PARIS, 9 juillet 2020 (APMnews) - Une mission interinspections préconise une meilleure préparation des administrations et de la population aux risques et une accélération de la modernisation du système d'alerte du public en cas de catastrophe industrielle, dans un rapport d'analyse de la gestion de crise de l'incendie de l'usine Lubrizol à Rouen, mis en ligne mercredi.

Intitulé "Retour d’expérience après l’incendie d’un site industriel à Rouen en septembre 2019 - Analyses et propositions sur la gestion de crise", ce rapport de 135 pages a été coécrit par des membres de l'inspection générale des affaires sociales (Igas), l'inspection générale de l'administration (IGA), le Conseil général de l'économie (CGE), le Conseil général de l'environnement et du développement durable (CGEDD) et le Conseil général de l'alimentation, de l'agriculture et des espaces ruraux (CGAAER).

Leurs auteurs formulent 18 recommandations destinées à "établir, avant la crise, les conditions d’une plus grande confiance et d’une meilleure préparation de l’État pendant la crise".

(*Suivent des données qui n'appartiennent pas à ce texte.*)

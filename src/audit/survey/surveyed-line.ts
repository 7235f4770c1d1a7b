import type { Claim, Grid, GridPoint, Point } from '../../claim/claim.ts'
import { DEG, wrap360 } from '../../quantity/degrees.ts'
import { formatDegrees } from '../../quantity/format-angle.ts'
import { isUnstated } from '../../quantity/unstated.ts'
import { WGS84 } from '../../site/ellipsoid.ts'
import { geodesicLine } from '../../site/geodesic-line.ts'
import type { GeographicPoint } from '../../site/geographic-point.ts'
import { gridConvergenceDeg } from '../../site/grid-convergence.ts'
import { gridLineByConvergence } from '../../site/grid-line.ts'
import { lineDirection } from '../../site/line-direction.ts'
import { gridOf } from '../../site/transverse-mercator.ts'
import { NORTH_SD_DEG } from '../../site/true-north.ts'
import { DEFAULTS } from '../defaults.ts'
import { eastOrWest, northOfPlan } from './north-of-plan.ts'
import { placeOfPoint, pointNamed, pointSdM, turned } from './place-of-point.ts'
import { projectionOf } from './projection-of.ts'

/** A line between two points of a survey. */
export interface SurveyedLine {
  /** From true north through east, of the line of the middles, degrees. */
  azimuthDeg: number
  /** Of the points, across the line. */
  sdDeg: number
  /** Of the north that its direction rests on, shared with the other lines of its plan; 0 where it is true by itself. */
  northSdDeg: number
  lengthM: number
  /** How the direction follows from the coordinates, in sentences. */
  steps: readonly string[]
}

/** The line from one named point to another, by the kinds of their coordinates. */
export function surveyedLine(claim: Claim, fromName: string, toName: string): SurveyedLine {
  const [from, to] = [pointNamed(claim, fromName), pointNamed(claim, toName)]
  if (from.by === 'plan' && to.by === 'plan') return onPlan(claim, from, to)
  if (from.by === 'grid' && to.by === 'grid' && claim.grid?.by === 'convergence') {
    return onUnknownGrid(from, to, claim.grid.convergenceDeg)
  }
  return onEarth(claim, from, to)
}

function onPlan(
  claim: Claim,
  from: Extract<Point, { by: 'plan' }>,
  to: Extract<Point, { by: 'plan' }>,
): SurveyedLine {
  const line = lineDirection({ ...from, sdM: pointSdM(from) }, { ...to, sdM: pointSdM(to) })
  const north = northOfPlan(claim)
  const bearing = `Bearing on the plan ${formatDegrees(line.azimuthDeg)}.`
  return {
    ...line,
    azimuthDeg: wrap360(line.azimuthDeg + north.turnDeg),
    northSdDeg: north.sdDeg,
    steps: north.steps.length === 0 ? [] : [bearing, ...north.steps],
  }
}

function onUnknownGrid(
  from: GridPoint & Point,
  to: GridPoint & Point,
  convergence: { value: number; sd: number | 'omitted' | 'unknown' },
): SurveyedLine {
  const { azimuthDeg, planeBearingDeg, planeLengthM } = gridLineByConvergence(from, to, convergence.value)
  return {
    azimuthDeg,
    sdDeg: Math.hypot(pointSdM(from), pointSdM(to)) / planeLengthM / DEG,
    northSdDeg: isUnstated(convergence.sd) ? NORTH_SD_DEG.grid : convergence.sd,
    lengthM: planeLengthM,
    steps: [
      `Grid bearing ${formatDegrees(planeBearingDeg)}, turned by the convergence stated: grid north lies ${eastOrWest(convergence.value)} of true north.`,
    ],
  }
}

/** Both ends by their places on the Earth; one on the plan is carried there from the tie, and its north with it. */
function onEarth(claim: Claim, from: Point, to: Point): SurveyedLine {
  const [start, end] = [placeOfPoint(claim, from), placeOfPoint(claim, to)]
  // The reader of the claim file has made sure that both can be placed.
  if (start === null || end === null) throw new Error('a claim without errors joins no points of two kinds')
  const grid = claim.grid?.by === 'projection' ? claim.grid : null
  const isGrid = grid !== null && from.by === 'grid' && to.by === 'grid'
  const ellipsoid = isGrid ? projectionOf(grid.projection).ellipsoid : WGS84
  const line = geodesicLine(start, end, ellipsoid)
  const stone = from.by === 'plan' ? from : to
  // The whole plan is as well placed on the Earth as its tie is.
  const tieSdM = stone.by === 'plan' ? DEFAULTS.pointSdM.geographic : 0
  return {
    ...line,
    sdDeg: Math.hypot(pointSdM(from), pointSdM(to), tieSdM) / line.lengthM / DEG,
    northSdDeg: (northOfPlan(claim).sdDeg * alongFromTieM(claim, stone, line.azimuthDeg)) / line.lengthM,
    steps: [
      'From the places of both ends on the Earth: the azimuth of the geodesic, true north by itself.',
      ...(grid !== null && (from.by === 'grid' || to.by === 'grid') ? [gridWords(grid, start, end)] : []),
    ],
  }
}

/**
 * How far along a line a point lies from the tie, metres: a turn of the plan about the tie moves it so far across the
 * line for each radian. 0 for a point that is not on the plan.
 */
function alongFromTieM(claim: Claim, point: Point, azimuthDeg: number): number {
  const tie = [...claim.points.values()].find((held) => held.by === 'plan' && held.tie !== null)
  if (point.by !== 'plan' || tie?.by !== 'plan') return 0
  const offset = { eastM: point.eastM - tie.eastM, northM: point.northM - tie.northM }
  const { eastM, northM } = turned(offset, northOfPlan(claim).turnDeg)
  return Math.abs(eastM * Math.sin(azimuthDeg * DEG) + northM * Math.cos(azimuthDeg * DEG))
}

/** What the line looks like on the grid, which a source may have taken for true. */
function gridWords(
  { projection, name }: Extract<Grid, { by: 'projection' }>,
  start: GeographicPoint,
  end: GeographicPoint,
): string {
  const grid = projectionOf(projection)
  const { planeBearingDeg } = gridLineByConvergence(gridOf(start, grid), gridOf(end, grid), 0)
  const convergence = eastOrWest(gridConvergenceDeg(start, grid))
  return `On the grid (${name}) its bearing is ${formatDegrees(planeBearingDeg)}, and grid north lies ${convergence} of true north at its start.`
}
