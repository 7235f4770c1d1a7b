import type { CalendarDate, Claim, North } from '../../claim/claim.ts'
import { wrap180 } from '../../quantity/degrees.ts'
import { formatDegrees } from '../../quantity/format-angle.ts'
import { isUnstated } from '../../quantity/unstated.ts'
import { gridConvergenceDeg } from '../../site/grid-convergence.ts'
import { type MagneticDeclination, magneticDeclination } from '../../site/magnetic-declination.ts'
import { gpsNorthSdDeg, NORTH_SD_DEG } from '../../site/true-north.ts'
import { DEFAULTS } from '../defaults.ts'
import { statedOr } from '../stated-or.ts'
import { projectionOf } from './projection-of.ts'

/** Where the north of the local plan points. */
export interface NorthOfPlan {
  /** The plan's north less true north, degrees, clockwise positive: what its bearings are turned by. */
  turnDeg: number
  /** One standard deviation, shared by every line of the plan. */
  sdDeg: number
  /** How it was found, such as `by compass`. */
  found: string
  /** What was done with the bearings, in sentences. */
  steps: readonly string[]
}

/** The north of a claim's plan; a claim that says nothing of it offers its plan as true. */
export function northOfPlan(claim: Claim): NorthOfPlan {
  const { north } = claim
  if (north === 'omitted') return { turnDeg: 0, sdDeg: 0, found: 'not said; taken as true', steps: [] }
  if (north === 'unknown') return { turnDeg: 0, sdDeg: NORTH_SD_DEG.compass, found: 'unknown', steps: [] }
  const turn = turnOf(claim, north)
  const sdDeg = statedOr(north.uncertaintyDeg, Math.hypot(usualSdDeg(north), turn?.sdDeg ?? 0))
  const steps = [...(turn === null ? [] : [turn.step]), ...modelForComparison(claim, north)]
  return { turnDeg: turn?.deg ?? 0, sdDeg, found: FOUND[north.from], steps }
}

/** Beside a declination that the claim states or has applied, what a magnetic model has for the day. */
function modelForComparison(claim: Claim, north: North): string[] {
  const { date, declination } = north
  if (date === null || declination === null || declination === 'of the date') return []
  const model = declinationOfDate(claim, date)
  return model === null
    ? []
    : [`The declination of ${date.text} at the place was ${eastOrWest(model.deg)} by the ${model.model}.`]
}

const FOUND: Readonly<Record<North['from'], string>> = {
  compass: 'by compass',
  gps: 'by two satellite positions',
  sun: 'by theodolite on the Sun',
  star: 'by theodolite on a star',
  plan: 'from the arrow of a printed plan',
  grid: 'from grid north',
}

/** Usual standard deviation of north found so, degrees, where the claim states none. */
function usualSdDeg({ from, baselineM, accuracyM }: North): number {
  if (from !== 'gps' || (baselineM === null && accuracyM === null)) return NORTH_SD_DEG[from]
  return gpsNorthSdDeg(accuracyM ?? DEFAULTS.gpsAccuracyM, baselineM ?? DEFAULTS.gpsBaselineM)
}

interface Turn {
  deg: number
  sdDeg: number
  step: string
}

/** By how much the plan's north is off true north where that is known; null where it is held to be true. */
function turnOf(claim: Claim, north: North): Turn | null {
  if (north.from === 'grid') return ofGrid(claim, north)
  if (north.declination === null || north.declination === 'applied') return null
  if (north.declination !== 'of the date') {
    const { value, sd } = north.declination
    const step = `The plan’s north is the needle’s: bearings were turned by the declination stated, ${eastOrWest(value)}.`
    return { deg: value, sdDeg: isUnstated(sd) ? 0 : sd, step }
  }
  const model = north.date === null ? null : declinationOfDate(claim, north.date)
  // The reader of the claim file has made sure of the longitude, and of a date that a model covers.
  if (model === null) throw new Error('a compass without a declination')
  const step = `The plan’s north is the needle’s: bearings were turned by the declination of ${north.date?.text} at the place, ${eastOrWest(model.deg)} by the ${model.model}.`
  return { deg: model.deg, sdDeg: model.sdDeg, step }
}

/** The declination that a magnetic model gives for a day and the claim's place; null where none does. */
function declinationOfDate({ structure }: Claim, date: CalendarDate): MagneticDeclination | null {
  if (structure.longitudeDeg === null) return null
  const place = {
    latitudeDeg: structure.latitudeDeg,
    longitudeDeg: structure.longitudeDeg,
    heightM: statedOr(structure.elevationM, DEFAULTS.elevationM),
  }
  return magneticDeclination(place, new Date(Date.UTC(date.year, date.month - 1, date.day)))
}

function ofGrid(claim: Claim, { convergence }: North): Turn {
  if (convergence !== null) return stated(convergence.value, convergence.sd)
  const { grid, structure } = claim
  if (grid?.by === 'convergence') return stated(grid.convergenceDeg.value, grid.convergenceDeg.sd)
  if (grid === null || structure.longitudeDeg === null)
    throw new Error('grid north without a grid or a place')
  const place = { latitudeDeg: structure.latitudeDeg, longitudeDeg: structure.longitudeDeg }
  const deg = gridConvergenceDeg(place, projectionOf(grid.projection))
  return {
    deg,
    sdDeg: 0,
    step: `The plan’s north is grid north: bearings were turned by the convergence of ${grid.name} at the place, ${eastOrWest(deg)}.`,
  }
}

function stated(deg: number, sd: number | 'omitted' | 'unknown'): Turn {
  const step = `The plan’s north is grid north: bearings were turned by the convergence stated, ${eastOrWest(deg)}.`
  return { deg, sdDeg: isUnstated(sd) ? 0 : sd, step }
}

/** `1°35′04″ west` of true north. */
export function eastOrWest(deg: number): string {
  const side = wrap180(deg) < 0 ? 'west' : 'east'
  return `${formatDegrees(Math.abs(deg))} ${side}`
}
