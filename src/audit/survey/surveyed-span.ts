import type { Claim, Point } from '../../claim/claim.ts'
import type { SurveyedPoint } from '../../site/line-direction.ts'
import { spanAngle } from '../../site/span-angle.ts'
import { metresOnEarth } from './line-on-earth.ts'
import { pointNamed, pointSdM } from './place-of-point.ts'

/** The angle at one point between two others, degrees, with its standard deviation; no north has a part in it. */
export function surveyedSpan(
  claim: Claim,
  { from, june, december }: { from: string; june: string; december: string },
): { angleDeg: number; sdDeg: number } {
  const vertex = pointNamed(claim, from)
  const [vertexM, juneM, decemberM] = [from, june, december].map((name) =>
    about(claim, vertex, pointNamed(claim, name)),
  )
  return spanAngle(vertexM!, juneM!, decemberM!)
}

/** A point in metres on the plane about another: on its own plan or grid where both are of it, else by the geodesic. */
function about(claim: Claim, vertex: Point, point: Point): SurveyedPoint {
  const sdM = pointSdM(point)
  if (vertex.by === 'plan' && point.by === 'plan') {
    return { eastM: point.eastM - vertex.eastM, northM: point.northM - vertex.northM, sdM }
  }
  if (point === vertex) return { eastM: 0, northM: 0, sdM }
  const metres = metresOnEarth(claim, vertex, point)
  return metres === null ? onGrid(vertex, point, sdM) : { ...metres, sdM }
}

/** On a grid of which only the convergence is known. */
function onGrid(vertex: Point, point: Point, sdM: number): SurveyedPoint {
  if (vertex.by !== 'grid' || point.by !== 'grid') throw new Error('points of two kinds make no angle')
  return { eastM: point.eastingM - vertex.eastingM, northM: point.northingM - vertex.northingM, sdM }
}
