import type { Table } from 'mdast'
import type { Audit, SecondWindow } from '../../audit/audit.ts'
import { formatArcmin } from '../../quantity/format-angle.ts'
import { table } from '../nodes.ts'
import { dateSets } from '../wording/date-sets.ts'
import { fixed } from '../wording/fixed.ts'

type Step = SecondWindow['steps'][number]

/** The same sweep in a second window, at the tolerances the first table prints. */
export function secondWindowTable(audit: Audit): Table[] {
  const { window, steps } = audit.second_window
  const printed = new Map(
    audit.sweep.steps.filter((step) => step.in_table).map((step) => [step.tolerance_arcmin, step]),
  )
  const rows = steps.filter((step) => printed.has(step.tolerance_arcmin))
  if (rows.length === 0) return []
  return [
    table<Step>(
      [`The same in a second window, ${window.printed}.`],
      [
        {
          head: 'Build tolerance',
          cell: (step) => formatArcmin(step.tolerance_arcmin),
          align: 'right',
          width: 1,
        },
        { head: '95 % dates', cell: (step) => dateSets(step.sets95, window), width: 3 },
        { head: 'Bits', cell: (step) => fixed(step.bits, 2), align: 'right', width: 0.7 },
        {
          head: 'Bits in the first window',
          cell: (step) => fixed(printed.get(step.tolerance_arcmin)!.bits, 2),
          align: 'right',
          width: 1,
        },
      ],
      rows,
    ),
  ]
}
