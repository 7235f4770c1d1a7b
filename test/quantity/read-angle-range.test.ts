import { expect, test } from 'vitest'
import { TOLERANCE } from '../../src/quantity/angle-kind.ts'
import { readAngleRange } from '../../src/quantity/read-angle-range.ts'
import { expectMisread } from './misread.ts'

test.each([
  ['10′ to 1°', 1 / 6, 1],
  ['10′–1°', 1 / 6, 1],
  ['10′ - 1°', 1 / 6, 1],
  ['0′ to 30″', 0, 1 / 120],
])('reads %s', (text, low, high) => {
  const reading = readAngleRange(text, TOLERANCE)
  if (!reading.ok) throw new Error(reading.misread.message)
  expect(reading.value.lowDeg).toBeCloseTo(low, 12)
  expect(reading.value.highDeg).toBeCloseTo(high, 12)
})

test.each([
  ['10′', 'range-missing', '10′', null],
  ['10′ –', 'range-missing', '10′ –', null],
  ['1° to 10′', 'range-backwards', '1° to 10′', '10′ to 1°'],
  ['10′ to 10′', 'range-without-width', '10′ to 10′', null],
  ['10 to 30′', 'unit-missing', '10', '10′'],
  ['10 to 30″', 'unit-missing', '10', '10″'],
  ['10′ to 60', 'unit-missing', '60', '60′'],
  ['10′ to 95°', 'out-of-range', '95°', null],
  ['exact to 1°', 'not-readable', 'exact', null],
])('refuses %s: %s', (text, code, marked, suggestion) => {
  expectMisread(text, readAngleRange(text, TOLERANCE), { code, marked, suggestion })
})
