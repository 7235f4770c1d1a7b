import type { Table } from 'mdast'
import type { Audit, Limit } from '../../audit/audit.ts'
import { formatArcmin } from '../../quantity/format-angle.ts'
import { formatCm } from '../../quantity/format-length.ts'
import { table } from '../nodes.ts'

const FROM_THE_START = '0′: at every tolerance'

/** The three limits of each independent date, each with its reason where there is none. */
export function limitsTable(audit: Audit): Table[] {
  if (audit.limits.length === 0) return []
  return [
    table<Limit>(
      ['The build tolerances at which the conclusion changes.'],
      [
        { head: 'Independent date', cell: (limit) => limit.against ?? 'none named', width: 1.2 },
        { head: 'Asserted date favoured 3 to 1 up to', cell: ratio3, width: 2 },
        { head: '95 % dates hold all of the independent date from', cell: otherIn95, width: 2 },
        { head: 'Less than half a bit from', cell: halfBit, width: 2 },
      ],
      audit.limits,
    ),
  ]
}

function ratio3({ ratio_3_arcmin, ratio_3_cm, ratio_3_reason, ratio_3_steady }: Limit): string {
  const limit = limitCell(ratio_3_arcmin, ratio_3_cm, ratio_3_reason)
  return ratio_3_steady === false ? `${limit}, but not at every tolerance below that` : limit
}

function otherIn95({ other_date_in_95_arcmin, other_date_in_95_cm, other_date_in_95_reason }: Limit): string {
  if (other_date_in_95_arcmin === 0) return FROM_THE_START
  return limitCell(other_date_in_95_arcmin, other_date_in_95_cm, other_date_in_95_reason)
}

function halfBit({ half_bit_arcmin, half_bit_cm, half_bit_reason }: Limit): string {
  if (half_bit_arcmin === 0) return FROM_THE_START
  return limitCell(half_bit_arcmin, half_bit_cm, half_bit_reason)
}

function limitCell(arcmin: number | null, cm: number | null, reason: string | null): string {
  if (arcmin === null) return reason ? `none: ${reason}` : 'none'
  return cm === null ? formatArcmin(arcmin) : `${formatArcmin(arcmin)} (${formatCm(cm)})`
}
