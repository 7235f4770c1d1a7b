import type { EllipsoidName, GridProjection } from '../../claim/claim.ts'
import {
  AIRY_1830,
  BESSEL_1841,
  CLARKE_1866,
  CLARKE_1880_IGN,
  type Ellipsoid,
  GRS80,
  INTERNATIONAL_1924,
  KRASSOVSKY_1940,
  WGS84,
} from '../../site/ellipsoid.ts'
import type { TransverseMercatorGrid } from '../../site/transverse-mercator.ts'

/** Every ellipsoid that a claim may name. */
const ELLIPSOID_OF: Readonly<Record<EllipsoidName, Ellipsoid>> = {
  WGS84,
  GRS80,
  'Airy 1830': AIRY_1830,
  'Bessel 1841': BESSEL_1841,
  'Clarke 1866': CLARKE_1866,
  'Clarke 1880 (IGN)': CLARKE_1880_IGN,
  'International 1924': INTERNATIONAL_1924,
  'Krassovsky 1940': KRASSOVSKY_1940,
}

/** A claim's projection with its ellipsoid's figures. */
export function projectionOf({ ellipsoid, ...grid }: GridProjection): TransverseMercatorGrid {
  return { ...grid, ellipsoid: ELLIPSOID_OF[ellipsoid] }
}
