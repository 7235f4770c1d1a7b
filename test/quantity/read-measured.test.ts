import { describe, expect, test } from 'vitest'
import { AZIMUTH, LONGITUDE, TOLERANCE } from '../../src/quantity/angle-kind.ts'
import { readAngle } from '../../src/quantity/read-angle.ts'
import { readMeasured } from '../../src/quantity/read-measured.ts'
import { readUncertainty } from '../../src/quantity/read-uncertainty.ts'
import { expectMisread } from './misread.ts'

const read = (text: string) =>
  readMeasured(
    text,
    (value) => readAngle(value, AZIMUTH),
    (size) => readAngle(size, TOLERANCE),
  )
const readSize = (text: string) => readUncertainty(text, (size) => readAngle(size, TOLERANCE))

describe('reads a value and its uncertainty', () => {
  test.each([
    ['49°34′18″ ± 1′', 1 / 60],
    ['49°34′18″±1′', 1 / 60],
    ['49°34′18″ +/- 1′', 1 / 60],
    ['49°34′18″ +/− 1′', 1 / 60],
    ['49°34′18″ +- 60″', 1 / 60],
    // A hard limit is rectangular: its standard deviation is a/√3 (JCGM 100:2008, 4.3.7).
    ['49°34′18″ within 1′', 1 / 60 / Math.sqrt(3)],
    ['49°34′18″, within 1′', 1 / 60 / Math.sqrt(3)],
  ])('%s', (text, sd) => {
    const reading = read(text)
    if (!reading.ok) throw new Error(reading.misread.message)
    expect(reading.value.value).toBeCloseTo(178_458 / 3600, 12)
    expect(reading.value.sd).toBeCloseTo(sd, 14)
    expect(reading.warnings).toEqual([])
  })

  test('tells an uncertainty left out from one that is unknown', () => {
    expect(read('49°')).toMatchObject({ value: { value: 49, sd: 'omitted' } })
    expect(read('49° ± unknown')).toMatchObject({ value: { value: 49, sd: 'unknown' } })
  })

  test('an uncertainty of zero is used, with a warning at its place', () => {
    const reading = read('49° ± 0′')
    expect(reading).toMatchObject({
      ok: true,
      value: { sd: 0 },
      warnings: [{ code: 'zero-uncertainty', offset: 4, length: 4 }],
    })
  })
})

describe('refuses', () => {
  test.each([
    ['49°34′18″ ± 1', 'tolerance-without-unit', '± 1', '± 1′'],
    ['1.5 ± 0.03', 'unit-missing', '1.5 ± 0.03', '1.5° ± 0.03°'],
    ['1.5 within 0.03', 'unit-missing', '1.5 within 0.03', '1.5° within 0.03°'],
    ['1.5 ± 2′', 'unit-missing', '1.5', '1.5°'],
    ['49 34 ± 1', 'unit-missing', '49 34', '49°34′'],
    ['49° within 1', 'tolerance-without-unit', 'within 1', 'within 1′'],
    ['49° ± 1′ ± 2′', 'several-tolerances', '± 2′', null],
    ['49° ± 1′ within 2′', 'several-tolerances', 'within 2′', null],
    ['49° ± -1′', 'negative-uncertainty', '± -1′', null],
    ['49° ±', 'not-readable', '±', null],
    ['± 1′', 'not-readable', '± 1′', null],
    ['49° ± 1 cm', 'not-readable', '1 cm', null],
    ['49° ± 50°', 'out-of-range', '50°', null],
    ['49 ± 1′', 'unit-missing', '49', '49°'],
  ])('%s: %s', (text, code, marked, suggestion) => {
    expectMisread(text, read(text), { code, marked, suggestion })
  })
})

describe('an uncertainty by itself', () => {
  test.each([
    ['2′', 2 / 60],
    ['± 2′', 2 / 60],
    ['within 2′', 2 / 60 / Math.sqrt(3)],
  ])('%s', (text, sd) => {
    const reading = readSize(text)
    expect(reading.ok && reading.value).toBeCloseTo(sd, 14)
  })

  test('may be unknown', () => {
    expect(readSize(' Unknown ')).toEqual({ ok: true, value: 'unknown' })
  })

  test.each([
    ['2', 'tolerance-without-unit', '2', '2′'],
    [' ± 2 ', 'tolerance-without-unit', '± 2', '± 2′'],
    ['−2′', 'negative-uncertainty', '−2′', null],
    ['within unknown', 'not-readable', 'unknown', null],
    ['', 'not-readable', '', null],
  ])('%s is refused: %s', (text, code, marked, suggestion) => {
    expectMisread(text, readSize(text), { code, marked, suggestion })
  })
})

test('a bare number that lacks its side as well is told by itself', () => {
  const kind = { ...LONGITUDE, needsLetter: true }
  const read = (text: string) => readAngle(text, kind)
  expectMisread('1.5 ± 0.1', readMeasured('1.5 ± 0.1', read, read), {
    code: 'unit-missing',
    marked: '1.5',
    suggestion: '1.5° E or 1.5° W',
  })
})
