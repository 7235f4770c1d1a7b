import type { Table } from 'mdast'
import type { Audit, Check } from '../../audit/audit.ts'
import { table } from '../nodes.ts'

/** The claimant's arithmetic, step by step. */
export function checksTable(audit: Audit): Table[] {
  if (audit.checks.length === 0) return []
  return [
    table<Check>(
      ['Each step redone from the results printed for the steps before it.'],
      [
        { head: 'Step', cell: (check) => check.step, width: 2 },
        { head: 'As printed', cell: (check) => check.printed, width: 1.5 },
        { head: 'Recomputed', cell: (check) => check.ours_printed, width: 1.5 },
        { head: 'Difference', cell: (check) => check.difference_printed, width: 1.2 },
        { head: 'Result', cell: (check) => check.verdict, width: 1.5 },
      ],
      audit.checks,
    ),
  ]
}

La lettre de mission du 23 décembre 2019, cosignée par cinq ministres (santé, environnement, intérieur, travail, agriculture) leur confiait le soin de procéder à une évaluation globale de la gestion de crise de l'incendie qui a ravagé l'usine d'additifs pour lubrifiants Lubrizol de Rouen (classée "Seveso seuil haut") dans la nuit du 26 au 27 septembre 2019 (cf dépêche du 30/09/2019 à 19:08).

Si cet incendie n'a causé à ce stade aucun décès ni blessé, "il a eu des effets sanitaires immédiats 'modérés', clairement ressentis par la population, et des effets économiques et environnementaux jusque dans les Hauts-de-France", soulignent les inspections en conclusion du rapport.

Ses propositions, rassemblées en 4 groupes thématiques, visent à "améliorer la gestion de futures crises liées à des accidents industriels" et la gestion post-accidentelle, appelant à mener un travail de fond "sur les effets sanitaires à long terme, pour mieux les comprendre et mieux les caractériser".

Une gestion opérationnelle de l'incendie efficace

La mission salue d'abord la gestion opérationnelle "efficace" de l'incendie lui-même, résorbé en une dizaine d'heures, ainsi que des effets immédiats du panache de fumée, qualifiant la stratégie de lutte contre le sinistre de "parfaitement adaptée", reflétant une "articulation efficace entre les différents acteurs".

Elle note que des analyses de la qualité de l'air effectuées en urgence par le service départemental d'incendie et de secours (Sdis) peu de temps après le début du sinistre écartant la présence de substances très toxiques issues du panache de fumées, ayant permis de définir des mesures sanitaires de protection (personnes vulnérables, précautions vis-à-vis d'une éventuelle contamination de la chaîne alimentaire) "justes et proportionnées".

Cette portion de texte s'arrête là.